From the line containing "reps, type: T.INT64, init: true" through the final line of the records, reproduce every line exactly.

(Items from a data source)
——————
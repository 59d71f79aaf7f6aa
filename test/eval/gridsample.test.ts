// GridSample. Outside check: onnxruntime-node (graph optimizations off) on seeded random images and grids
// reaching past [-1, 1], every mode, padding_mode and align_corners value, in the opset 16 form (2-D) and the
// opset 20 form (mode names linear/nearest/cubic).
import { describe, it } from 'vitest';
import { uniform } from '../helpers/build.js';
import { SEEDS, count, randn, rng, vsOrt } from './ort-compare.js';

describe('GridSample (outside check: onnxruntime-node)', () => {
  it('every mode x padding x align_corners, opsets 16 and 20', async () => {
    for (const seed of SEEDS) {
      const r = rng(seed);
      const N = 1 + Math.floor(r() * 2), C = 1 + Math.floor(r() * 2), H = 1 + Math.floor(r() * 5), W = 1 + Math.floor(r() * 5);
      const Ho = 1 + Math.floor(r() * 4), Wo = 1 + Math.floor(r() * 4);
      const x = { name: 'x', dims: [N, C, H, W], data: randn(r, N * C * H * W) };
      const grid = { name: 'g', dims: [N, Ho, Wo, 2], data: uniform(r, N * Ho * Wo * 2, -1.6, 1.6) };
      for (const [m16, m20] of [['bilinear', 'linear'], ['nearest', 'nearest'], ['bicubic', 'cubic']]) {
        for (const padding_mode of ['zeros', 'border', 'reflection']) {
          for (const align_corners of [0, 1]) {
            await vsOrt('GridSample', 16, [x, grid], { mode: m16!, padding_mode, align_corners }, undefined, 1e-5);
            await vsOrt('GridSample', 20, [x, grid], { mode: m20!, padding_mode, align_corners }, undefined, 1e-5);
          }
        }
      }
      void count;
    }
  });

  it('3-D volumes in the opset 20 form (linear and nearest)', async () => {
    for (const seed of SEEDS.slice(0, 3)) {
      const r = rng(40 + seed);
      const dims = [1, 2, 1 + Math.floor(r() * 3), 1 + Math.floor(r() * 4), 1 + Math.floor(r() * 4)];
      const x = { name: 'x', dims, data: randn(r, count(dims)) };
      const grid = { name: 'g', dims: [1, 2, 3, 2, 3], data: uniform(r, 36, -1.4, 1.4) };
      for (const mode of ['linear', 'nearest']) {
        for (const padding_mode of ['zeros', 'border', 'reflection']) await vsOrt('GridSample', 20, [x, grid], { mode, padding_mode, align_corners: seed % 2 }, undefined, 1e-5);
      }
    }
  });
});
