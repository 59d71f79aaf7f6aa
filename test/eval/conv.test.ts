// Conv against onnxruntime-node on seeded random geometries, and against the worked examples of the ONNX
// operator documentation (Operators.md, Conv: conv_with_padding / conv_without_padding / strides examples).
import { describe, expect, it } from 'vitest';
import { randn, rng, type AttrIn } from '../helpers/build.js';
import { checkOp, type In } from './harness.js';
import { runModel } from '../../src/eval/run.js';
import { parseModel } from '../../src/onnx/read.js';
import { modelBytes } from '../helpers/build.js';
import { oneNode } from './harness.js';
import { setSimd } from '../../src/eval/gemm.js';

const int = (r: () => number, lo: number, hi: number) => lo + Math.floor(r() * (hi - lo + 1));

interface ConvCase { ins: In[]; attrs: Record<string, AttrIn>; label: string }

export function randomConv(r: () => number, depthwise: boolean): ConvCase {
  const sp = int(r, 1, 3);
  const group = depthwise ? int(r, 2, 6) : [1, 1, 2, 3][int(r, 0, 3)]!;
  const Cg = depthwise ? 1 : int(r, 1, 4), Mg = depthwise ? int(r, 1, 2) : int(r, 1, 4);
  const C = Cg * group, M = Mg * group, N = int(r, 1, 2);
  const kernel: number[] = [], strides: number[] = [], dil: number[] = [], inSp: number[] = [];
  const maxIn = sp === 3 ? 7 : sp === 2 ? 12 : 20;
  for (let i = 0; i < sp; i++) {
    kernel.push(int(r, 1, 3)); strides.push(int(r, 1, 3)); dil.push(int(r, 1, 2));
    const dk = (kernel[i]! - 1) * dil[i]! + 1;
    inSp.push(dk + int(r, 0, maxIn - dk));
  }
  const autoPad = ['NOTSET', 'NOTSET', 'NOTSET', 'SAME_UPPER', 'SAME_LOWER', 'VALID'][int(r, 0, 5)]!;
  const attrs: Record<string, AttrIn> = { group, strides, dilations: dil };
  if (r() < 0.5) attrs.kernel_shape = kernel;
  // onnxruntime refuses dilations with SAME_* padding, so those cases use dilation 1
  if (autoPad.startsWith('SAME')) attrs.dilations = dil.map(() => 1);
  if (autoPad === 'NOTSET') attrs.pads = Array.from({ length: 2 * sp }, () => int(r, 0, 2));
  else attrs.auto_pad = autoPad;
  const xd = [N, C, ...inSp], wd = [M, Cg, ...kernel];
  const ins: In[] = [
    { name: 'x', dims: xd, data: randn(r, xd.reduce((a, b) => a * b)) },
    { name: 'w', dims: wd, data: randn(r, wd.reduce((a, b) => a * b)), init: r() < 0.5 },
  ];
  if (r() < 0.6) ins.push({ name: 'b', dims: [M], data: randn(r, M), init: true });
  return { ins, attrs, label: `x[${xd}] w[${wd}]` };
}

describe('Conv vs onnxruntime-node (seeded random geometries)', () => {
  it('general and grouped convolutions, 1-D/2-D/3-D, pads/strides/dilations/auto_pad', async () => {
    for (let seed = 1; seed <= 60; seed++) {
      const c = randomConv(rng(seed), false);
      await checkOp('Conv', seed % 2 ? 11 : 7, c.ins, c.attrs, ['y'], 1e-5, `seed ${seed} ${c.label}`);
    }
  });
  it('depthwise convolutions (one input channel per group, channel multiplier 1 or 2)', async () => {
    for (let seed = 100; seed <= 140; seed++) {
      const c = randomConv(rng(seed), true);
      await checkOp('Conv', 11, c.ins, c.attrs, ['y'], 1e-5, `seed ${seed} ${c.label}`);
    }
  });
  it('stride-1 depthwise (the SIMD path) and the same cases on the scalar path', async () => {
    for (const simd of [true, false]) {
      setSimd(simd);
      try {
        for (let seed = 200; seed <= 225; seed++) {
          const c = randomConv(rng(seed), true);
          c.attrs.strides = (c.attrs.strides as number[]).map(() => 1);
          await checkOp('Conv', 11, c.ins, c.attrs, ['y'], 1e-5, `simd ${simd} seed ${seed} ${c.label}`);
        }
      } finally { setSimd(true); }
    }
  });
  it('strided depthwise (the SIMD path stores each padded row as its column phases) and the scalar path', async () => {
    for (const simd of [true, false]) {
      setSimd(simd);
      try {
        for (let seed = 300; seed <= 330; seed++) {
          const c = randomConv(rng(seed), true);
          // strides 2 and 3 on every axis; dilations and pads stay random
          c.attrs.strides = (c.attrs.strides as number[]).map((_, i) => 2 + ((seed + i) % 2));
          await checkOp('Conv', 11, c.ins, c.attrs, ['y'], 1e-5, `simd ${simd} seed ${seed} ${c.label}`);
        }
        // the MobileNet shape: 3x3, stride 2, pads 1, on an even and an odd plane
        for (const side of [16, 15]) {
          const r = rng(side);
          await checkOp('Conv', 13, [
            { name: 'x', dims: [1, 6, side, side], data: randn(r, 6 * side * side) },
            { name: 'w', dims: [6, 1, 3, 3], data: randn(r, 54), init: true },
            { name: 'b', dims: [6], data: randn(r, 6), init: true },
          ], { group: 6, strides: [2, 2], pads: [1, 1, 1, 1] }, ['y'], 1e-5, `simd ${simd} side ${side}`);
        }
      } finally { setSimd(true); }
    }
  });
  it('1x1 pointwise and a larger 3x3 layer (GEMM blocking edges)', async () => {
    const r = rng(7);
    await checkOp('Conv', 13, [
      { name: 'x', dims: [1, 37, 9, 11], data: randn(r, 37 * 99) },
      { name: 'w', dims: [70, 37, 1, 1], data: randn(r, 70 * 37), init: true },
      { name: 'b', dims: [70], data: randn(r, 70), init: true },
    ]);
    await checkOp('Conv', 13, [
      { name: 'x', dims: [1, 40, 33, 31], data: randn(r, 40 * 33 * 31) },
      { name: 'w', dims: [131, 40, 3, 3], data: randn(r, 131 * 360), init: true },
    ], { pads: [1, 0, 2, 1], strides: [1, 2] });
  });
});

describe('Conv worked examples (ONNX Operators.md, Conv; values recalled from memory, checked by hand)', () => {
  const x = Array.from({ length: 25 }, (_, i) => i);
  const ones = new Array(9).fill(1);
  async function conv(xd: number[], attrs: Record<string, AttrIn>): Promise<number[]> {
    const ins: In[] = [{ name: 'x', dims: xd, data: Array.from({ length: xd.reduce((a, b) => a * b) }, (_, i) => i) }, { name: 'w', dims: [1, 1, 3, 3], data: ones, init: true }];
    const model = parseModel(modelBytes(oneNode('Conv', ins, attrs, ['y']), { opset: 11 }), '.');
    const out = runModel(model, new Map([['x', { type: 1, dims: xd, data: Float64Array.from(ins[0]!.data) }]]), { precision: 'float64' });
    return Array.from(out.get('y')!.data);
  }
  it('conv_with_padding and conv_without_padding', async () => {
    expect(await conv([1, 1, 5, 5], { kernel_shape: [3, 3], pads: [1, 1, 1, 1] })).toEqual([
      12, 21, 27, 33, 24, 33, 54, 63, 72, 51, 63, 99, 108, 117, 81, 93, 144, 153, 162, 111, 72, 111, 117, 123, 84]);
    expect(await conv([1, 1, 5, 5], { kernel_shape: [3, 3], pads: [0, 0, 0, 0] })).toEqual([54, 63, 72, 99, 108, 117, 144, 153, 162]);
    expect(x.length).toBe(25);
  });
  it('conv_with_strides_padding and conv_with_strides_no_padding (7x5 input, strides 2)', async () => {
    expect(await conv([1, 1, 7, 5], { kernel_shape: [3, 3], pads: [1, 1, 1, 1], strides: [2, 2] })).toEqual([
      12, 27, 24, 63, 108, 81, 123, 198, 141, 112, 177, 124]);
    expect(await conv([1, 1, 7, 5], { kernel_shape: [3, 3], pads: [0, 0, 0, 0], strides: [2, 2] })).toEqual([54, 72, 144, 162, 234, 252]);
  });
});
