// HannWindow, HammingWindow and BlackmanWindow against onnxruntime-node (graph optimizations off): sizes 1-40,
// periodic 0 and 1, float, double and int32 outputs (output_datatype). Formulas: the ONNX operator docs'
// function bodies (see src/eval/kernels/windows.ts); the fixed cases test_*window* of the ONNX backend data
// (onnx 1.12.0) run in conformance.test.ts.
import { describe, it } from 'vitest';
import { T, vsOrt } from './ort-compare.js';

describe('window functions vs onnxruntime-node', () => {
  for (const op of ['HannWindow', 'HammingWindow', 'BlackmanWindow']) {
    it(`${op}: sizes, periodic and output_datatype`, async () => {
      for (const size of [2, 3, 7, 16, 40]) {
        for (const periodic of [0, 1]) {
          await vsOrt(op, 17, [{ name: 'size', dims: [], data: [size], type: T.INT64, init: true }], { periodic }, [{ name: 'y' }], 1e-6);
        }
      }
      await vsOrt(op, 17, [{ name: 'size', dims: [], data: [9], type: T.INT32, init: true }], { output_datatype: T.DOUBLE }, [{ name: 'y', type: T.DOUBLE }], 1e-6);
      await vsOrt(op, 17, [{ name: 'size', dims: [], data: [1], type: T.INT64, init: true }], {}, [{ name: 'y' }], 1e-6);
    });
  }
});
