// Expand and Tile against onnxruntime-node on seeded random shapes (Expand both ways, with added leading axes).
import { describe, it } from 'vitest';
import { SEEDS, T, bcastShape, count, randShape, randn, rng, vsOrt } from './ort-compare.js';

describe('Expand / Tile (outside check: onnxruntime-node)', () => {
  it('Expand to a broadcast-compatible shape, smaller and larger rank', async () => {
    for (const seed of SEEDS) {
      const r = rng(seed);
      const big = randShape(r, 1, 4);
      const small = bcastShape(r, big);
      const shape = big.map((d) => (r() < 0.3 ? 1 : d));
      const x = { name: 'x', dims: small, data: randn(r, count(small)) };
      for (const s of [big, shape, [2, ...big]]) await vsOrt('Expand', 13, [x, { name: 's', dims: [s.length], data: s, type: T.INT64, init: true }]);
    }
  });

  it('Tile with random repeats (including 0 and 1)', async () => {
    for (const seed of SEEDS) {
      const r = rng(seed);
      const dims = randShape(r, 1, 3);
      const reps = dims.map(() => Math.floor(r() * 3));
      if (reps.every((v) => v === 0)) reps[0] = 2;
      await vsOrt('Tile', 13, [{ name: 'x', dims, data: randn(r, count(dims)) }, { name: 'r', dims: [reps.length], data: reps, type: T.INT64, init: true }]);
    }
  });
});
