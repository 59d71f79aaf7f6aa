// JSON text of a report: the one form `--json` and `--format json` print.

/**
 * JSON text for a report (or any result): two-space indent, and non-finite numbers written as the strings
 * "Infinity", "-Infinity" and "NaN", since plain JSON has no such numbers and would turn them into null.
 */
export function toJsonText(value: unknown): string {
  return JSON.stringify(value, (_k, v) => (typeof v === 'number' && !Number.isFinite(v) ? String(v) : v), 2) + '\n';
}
——————
- **Response to the task**:
      await vsOrt('Tile', 13, [{ name: 'x', dims, data: randn(r, count(dims)) }, { name: 'r', dims: [reps.length], data: reps, type: T.INT64, init: true }]);
    }
  });
});
repository 59d71f79aaf7f6aa
// JSON text of a report: the one form `--json` and `--format json` print.

/**
 * JSON text for a report (or any result): two-space indent, and non-finite numbers written as the strings
 * "Infinity", "-Infinity" and "NaN", since plain JSON has no such numbers and would turn them into null.
 */
export function toJsonText(value: unknown): string {
  return JSON.stringify(value, (_k, v) => (typeof v === 'number' && !Number.isFinite(v) ? String(v) : v), 2) + '\n';
}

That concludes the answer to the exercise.